TASK DIRECTIONS: What is needed is an exact copy of every entry below.

MATERIAL FOR THIS TASK:
import { reminderDay } from '#shared/notices/due'
import type { CalendarDay } from '#shared/time/day'
import { noticeRounds } from '../db/schema/notices.ts'
import { write, type Tx } from '../db/open.ts'
import type { Deps } from '../deps.ts'
import { queueOutlastNotices, queueStepNotices } from '../services/notices-batches.ts'
import { queueDigests } from '../services/notices-digest.ts'
import { queueLoanReminders } from '../services/notices-loans.ts'
import { queueYeastNotices } from '../services/yeast/notices.ts'

type Source = (tx: Tx, deps: Deps, on: CalendarDay) => string[]

/** Owed on a day of their own: asked about by the minute. */
const BY_DATE: Source[] = [queueLoanReminders, queueStepNotices, queueYeastNotices]
/** How things stand in the morning: asked about once, so that what turns up at noon waits for the next. */
const EACH_MORNING: Source[] = [queueOutlastNotices, queueDigests]

/** Queues what has come due by the clock and gives back the ids of the letters. Running it again adds nothing. */
export function queueNotices(deps: Deps): string[] {
  const on = reminderDay(deps.clock.now(), deps.clock.timeZone)
  return write(deps.db, (tx) => {
    const sources = beginMorning(tx, deps, on) ? [...BY_DATE, ...EACH_MORNING] : BY_DATE
    return sources.flatMap((source) => source(tx, deps, on))
  })
}

/** True once a day, from nine by the clock. A morning that was slept through is not made up for on the next day. */
function beginMorning(tx: Tx, deps: Deps, on: CalendarDay): boolean {
  if (on !== deps.clock.today()) return false
  const round = { roundOn: on, doneAt: deps.clock.now() }
  return tx.insert(noticeRounds).values(round).onConflictDoNothing().run().changes === 1
}
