import { ref } from 'vue'
import type { Move } from '#shared/larder/contract'
import { quantityWords } from '#shared/larder/quantity'
import type { Unit } from '#shared/larder/vocabulary'
import { moneyWords } from '#shared/units/money'
import { api } from '@/api'
import type { MoveDraft } from '@/components/larder/move-draft'
import { sayWhy } from './refusal.ts'
import { useToast } from './useToast.ts'

/** Does what the pad asks for, says what came of it, and offers the way back. `after` reads the shelf anew. */
export function useLarderMoves(after: () => Promise<unknown>) {
  const toast = useToast()
  const busy = ref(false)

  /** True when it went through; a refusal is said and the shelf read again, since someone may have been quicker. */
  async function move(ingredientId: string, unit: Unit, draft: MoveDraft): Promise<boolean> {
    busy.value = true
    try {
      const made = await send(ingredientId, draft)
      const slip = made.length === 1 ? made[0] : undefined
      toast.say(said(draft, made, unit), slip && { label: 'Undo', run: () => void undo(slip) })
      return true
    } catch (reason) {
      toast.fault(sayWhy(reason))
      return false
    } finally {
      busy.value = false
      await after()
    }
  }

  async function undo(slip: Move) {
    try {
      await api.larder.undoMove({ params: { id: slip.id }, body: {} })
      toast.say('Undone. The lot and your tab are as before.')
    } catch (reason) {
      toast.fault(sayWhy(reason))
    }
    await after()
  }

  return { busy, move, undo }
}

async function send(ingredientId: string, { lotId, ...body }: MoveDraft): Promise<Move[]> {
  if (lotId) return [await api.larder.addMove({ params: { id: lotId }, body })]
  const { quantity, batchId, note } = body
  const draw = await api.larder.drawIngredient({
    params: { id: ingredientId },
    body: { quantity, ...(batchId && { batchId }), ...(note && { note }) },
  })
  return draw.moves
}

function said({ reason, quantity }: MoveDraft, made: Move[], unit: Unit): string {
  const amount = quantityWords(quantity, unit)
  const costMinor = made.reduce((sum, move) => sum + move.costMinor, 0)
  const currency = made[0]?.currency ?? 'GBP'
  switch (reason) {
    case 'draw':
      return costMinor === 0
        ? `${amount} taken. It was a gift: nothing on your tab.`
        : `${amount} taken, ${moneyWords(costMinor, currency)} on your tab.`
    case 'top-up':
      return `${amount} put in.`
    case 'waste':
      return `${amount} written off.`
    case 'recount':
      return `Set to ${amount}.`
  }
}
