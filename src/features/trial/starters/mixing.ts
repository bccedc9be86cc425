import type { Starter, StarterWords } from './starter.ts';

/** A mix that is not even: doughs, pastes, powders and liquids. */
export function mixing(t: StarterWords): Starter {
  return {
    title: t('mixing.title'),
    result: {
      name: t('mixing.result'),
      wish: 'more',
      kind: 'scored',
      usual: 6,
      lowest: 5,
      highest: 7,
      worth: 1.5,
      atLeast: 6,
    },
    measuring: { who: 'other', when: 'atOnce', partsPerRun: '3' },
    settings: [
      { id: 'mix-time', name: t('mixing.mixTime'), unit: 'min', low: 8, high: 12, usual: 10 },
      { id: 'speed', name: t('mixing.speed'), unit: 'rpm', low: 60, high: 90, usual: 75, harderEnd: 'high' },
      { id: 'temp', name: t('mixing.temp'), unit: 'C', low: 25, high: 35, usual: 30, settleMinutes: 10 },
      { id: 'order', name: t('mixing.order'), either: [t('mixing.powderFirst'), t('mixing.liquidFirst')] },
    ],
    hazards: ['movingParts', 'dustOrFumes', 'chemicals'],
    stop: ['oddSound', 'leak', 'alarm', 'someoneHurt'],
    watch: { name: t('mixing.watch'), wish: 'less', kind: 'scored', usual: 4, atMost: 5 },
  };
}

EXERCISE OUTPUT:
import { reminderDay } from '#shared/notices/due'
import type { CalendarDay } from '#shared/time/day'
import { noticeRounds } from '../db/schema/notices.ts'
import { write, type Tx } from '../db/open.ts'
import type { Deps } from '../deps.ts'
import { queueOutlastNotices, queueStepNotices } from '../services/notices-batches.ts'
import { queueDigests } from '../services/notices-digest.ts'
import { queueLoanReminders } from '../services/notices-loans.ts'
import { queueYeastNotices } from '../services/yeast/notices.ts'

type Source = (tx: Tx, deps: Deps, on: CalendarDay) => string[]

/** Owed on a day of their own: asked about by the minute. */
const BY_DATE: Source[] = [queueLoanReminders, queueStepNotices, queueYeastNotices]
/** How things stand in the morning: asked about once, so that what turns up at noon waits for the next. */
const EACH_MORNING: Source[] = [queueOutlastNotices, queueDigests]

/** Queues what has come due by the clock and gives back the ids of the letters. Running it again adds nothing. */
export function queueNotices(deps: Deps): string[] {
  const on = reminderDay(deps.clock.now(), deps.clock.timeZone)
  return write(deps.db, (tx) => {
    const sources = beginMorning(tx, deps, on) ? [...BY_DATE, ...EACH_MORNING] : BY_DATE
    return sources.flatMap((source) => source(tx, deps, on))
  })
}

/** True once a day, from nine by the clock. A morning that was slept through is not made up for on the next day. */
function beginMorning(tx: Tx, deps: Deps, on: CalendarDay): boolean {
  if (on !== deps.clock.today()) return false
  const round = { roundOn: on, doneAt: deps.clock.now() }
  return tx.insert(noticeRounds).values(round).onConflictDoNothing().run().changes === 1
}
import { ref } from 'vue'
import type { Move } from '#shared/larder/contract'
import { quantityWords } from '#shared/larder/quantity'
import type { Unit } from '#shared/larder/vocabulary'
import { moneyWords } from '#shared/units/money'
import { api } from '@/api'
import type { MoveDraft } from '@/components/larder/move-draft'
import { sayWhy } from './refusal.ts'
import { useToast } from './useToast.ts'

/** Does what the pad asks for, says what came of it, and offers the way back. `after` reads the shelf anew. */
export function useLarderMoves(after: () => Promise<unknown>) {
  const toast = useToast()
  const busy = ref(false)

  /** True when it went through; a refusal is said and the shelf read again, since someone may have been quicker. */
  async function move(ingredientId: string, unit: Unit, draft: MoveDraft): Promise<boolean> {
    busy.value = true
    try {
      const made = await send(ingredientId, draft)
      const slip = made.length === 1 ? made[0] : undefined
      toast.say(said(draft, made, unit), slip && { label: 'Undo', run: () => void undo(slip) })
      return true
    } catch (reason) {
      toast.fault(sayWhy(reason))
      return false
    } finally {
      busy.value = false
      await after()
    }
  }

  async function undo(slip: Move) {
    try {
      await api.larder.undoMove({ params: { id: slip.id }, body: {} })
      toast.say('Undone. The lot and your tab are as before.')
    } catch (reason) {
      toast.fault(sayWhy(reason))
    }
    await after()
  }

  return { busy, move, undo }
}

async function send(ingredientId: string, { lotId, ...body }: MoveDraft): Promise<Move[]> {
  if (lotId) return [await api.larder.addMove({ params: { id: lotId }, body })]
  const { quantity, batchId, note } = body
  const draw = await api.larder.drawIngredient({
    params: { id: ingredientId },
    body: { quantity, ...(batchId && { batchId }), ...(note && { note }) },
  })
  return draw.moves
}

function said({ reason, quantity }: MoveDraft, made: Move[], unit: Unit): string {
  const amount = quantityWords(quantity, unit)
  const costMinor = made.reduce((sum, move) => sum + move.costMinor, 0)
  const currency = made[0]?.currency ?? 'GBP'
  switch (reason) {
    case 'draw':
      return costMinor === 0
        ? `${amount} taken. It was a gift: nothing on your tab.`
        : `${amount} taken, ${moneyWords(costMinor, currency)} on your tab.`
    case 'top-up':
      return `${amount} put in.`
    case 'waste':
      return `${amount} written off.`
    case 'recount':
      return `Set to ${amount}.`
  }
}
filename src/features/trial/starters/mixing.ts
repository bccedc9be86cc425
import type { Starter, StarterWords } from './starter.ts';

/** A mix that is not even: doughs, pastes, powders and liquids. */
export function mixing(t: StarterWords): Starter {
  return {
    title: t('mixing.title'),
    result: {
      name: t('mixing.result'),
      wish: 'more',
      kind: 'scored',
      usual: 6,
      lowest: 5,
      highest: 7,
      worth: 1.5,
      atLeast: 6,
    },
    measuring: { who: 'other', when: 'atOnce', partsPerRun: '3' },
    settings: [
      { id: 'mix-time', name: t('mixing.mixTime'), unit: 'min', low: 8, high: 12, usual: 10 },
      { id: 'speed', name: t('mixing.speed'), unit: 'rpm', low: 60, high: 90, usual: 75, harderEnd: 'high' },
      { id: 'temp', name: t('mixing.temp'), unit: 'C', low: 25, high: 35, usual: 30, settleMinutes: 10 },
      { id: 'order', name: t('mixing.order'), either: [t('mixing.powderFirst'), t('mixing.liquidFirst')] },
    ],
    hazards: ['movingParts', 'dustOrFumes', 'chemicals'],
    stop: ['oddSound', 'leak', 'alarm', 'someoneHurt'],
    watch: { name: t('mixing.watch'), wish: 'less', kind: 'scored', usual: 4, atMost: 5 },
  };
}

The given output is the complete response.